Hassan Diab est défendu par Amnesty International, qui demande
dans un communiqué du 15 mars l’abandon des poursuites, jugées « infondées
et entachées d’irrégularités ». A la lecture de l’enquête, les arguments
de l’ONG paraissent faibles et la culpabilité du sociologue très vraisemblable,
du fait notamment que l’accusation repose sur un gros faisceau d’indices très
concordants.
Clément Weill-Raynal se penche notamment sur l’ordonnance de
non-lieu rendue en 2018, permettant la libération de Hassan Diab, extradé en
2014 et incarcéré en France pendant 3 ans. Les magistrats prennent notamment « pour
argent comptant » la version d’une amie du mis en cause, alors que sa
déposition est «manifestement émaillée
de contradictions, d’invraisemblances et de mensonges ».

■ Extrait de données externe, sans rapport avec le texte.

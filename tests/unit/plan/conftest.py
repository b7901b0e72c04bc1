"""Instruments that the tests of planning change one thing at a time."""

from dataclasses import replace

import pytest

from layout.instrument import (
    ActionGaps,
    Board,
    Compensation,
    Frets,
    Heights,
    Instrument,
    Margins,
    MultiScale,
    Nut,
    ParallelScale,
    Reference,
    Same,
    ShortStart,
    Sides,
    SpreadRule,
    StringSpec,
    Tooling,
    TwoRadii,
    Wire,
)
from layout.job.records import load_library_record
from layout.pitch.notes import read_note
from layout.pitch.temperament import equal

INCH = 25.4
STEEL_SET = (
    ("E4", 12, None),
    ("B3", 16, None),
    ("G3", 24, 13),
    ("D3", 32, 14.5),
    ("A2", 42, 16),
    ("E2", 53, 17),
)
"""Note, gauge and core in thousandths of an inch; common practice, no source."""


def rows(count, temperament=None, *, counted_from="open", slant="square", **more):
    return Frets(
        count,
        temperament or equal(12),
        counted_from,
        labels=tuple(str(number) for number in range(1, count + 1)),
        steps=tuple(range(1, count + 1)),
        slant=slant,
        **more,
    )


def steel(note, gauge, core):
    if core is None:
        return StringSpec(
            note=read_note(note), make="plain", material="steel", gauge_mm=gauge / 1000 * INCH
        )
    return StringSpec(
        note=read_note(note),
        make="wound",
        material="phosphor bronze",
        gauge_mm=gauge / 1000 * INCH,
        core_mm=core / 1000 * INCH,
    )


def bare(*names):
    return tuple(StringSpec(note=read_note(name)) for name in names)


A440 = Reference(read_note("A4"), 440.0)


@pytest.fixture(scope="session")
def fret_rows():
    """Give ``fret_rows(count, temperament, ...)``."""
    return rows


@pytest.fixture(scope="session")
def six():
    """Six strings without gauges or heights: geometry alone."""
    return Instrument(
        title="Six",
        reference=A440,
        scale=ParallelScale(628.65),
        strings=bare("E4", "B3", "G3", "D3", "A2", "E2"),
        frets=rows(20),
        spread=SpreadRule(36.0, 54.0),
    )


@pytest.fixture(scope="session")
def fan(six):
    """Six strings on two scales."""
    return replace(
        six,
        scale=MultiScale(647.7, 685.8, 7.0),
        frets=rows(24, slant="free"),
        spread=SpreadRule(36.0, 52.5),
    )


@pytest.fixture(scope="session")
def parlour(six):
    """A whole steel-string guitar."""
    return replace(
        six,
        strings=tuple(steel(*row) for row in STEEL_SET),
        heights=Heights(ActionGaps(1, Same(0.4), 12, Sides(1.8, 2.3)), 0.1, 14),
        compensation=Compensation("each", "each", 2.4, 1, 12),
        nut=Nut(fit="trim"),
        board=Board(Margins(3.5, 3.5), thickness_mm=6.4, top=TwoRadii(("nut", 305), ("tail", 406))),
        wire=Wire(0.53, 1.9, 1.1, 2.3),
        tooling=Tooling("router", 0.58, 0.02),
    )


@pytest.fixture(scope="session")
def lute(six):
    """Six courses of one string in quarter-comma meantone, counted from the key."""
    return replace(
        six,
        scale=ParallelScale(600.0),
        strings=bare("G4", "D4", "A3", "F3", "C3", "G2"),
        frets=rows(8, load_library_record("meantone-quarter-comma"), counted_from="key"),
    )


@pytest.fixture(scope="session")
def banjo(six):
    """Five strings, the fifth from fret 5; the gauges common practice, no source."""
    set_ = (("D4", 10, None), ("B3", 12, None), ("G3", 16, None), ("D3", 23, 12), ("G4", 10, None))
    full = tuple(steel(*row) for row in set_)
    return replace(
        six,
        scale=ParallelScale(666.75),
        strings=(*full[:4], replace(full[4], starts_at=ShortStart(5, 0.0, 9.0))),
        frets=rows(22),
        spread=SpreadRule(24.0, 33.0),
        heights=Heights(ActionGaps(1, Same(0.4), 12, Sides(2.2, 2.6)), 0.0, 14),
        compensation=Compensation("none", "straight", None, 1, 12),
    )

Se dessine au fil des pages une nouvelle version du « pacte de non-agression » qu’Yves Bonnet , ex- patron de la DST, a reconnu avoir passé avec le chef terroriste Abou Nidal : « plus d’attentats sur le sol français » contre l’engagement de « ne pas être poursuivi en France ». Mais apparaît aussi le statut accordé au FPLP, mouvement palestinien ciblé par l’enquête, qui « bénéficiait d’un certain crédit » en Europe, comme l’écrivent les juges dans l’ordonnance de non-lieu, ainsi qu’un « déni spécifique » dans le cas de cet attentat « clairement antisémite », alors qu’ « en France, la lutte des Palestiniens demeure une cause sacrée ».
Il aura fallu l’obstination du
parquet pour qu’après plus de 3 ans le non-lieu soit annulé et Hassan Diab
renvoyé devant une cour d’assises spéciale. « Jamais, dans une affaire de
terrorisme, les magistrats de la cour d’appel n’ont ainsi désavoué des juges
d’instruction », souligne l’auteur.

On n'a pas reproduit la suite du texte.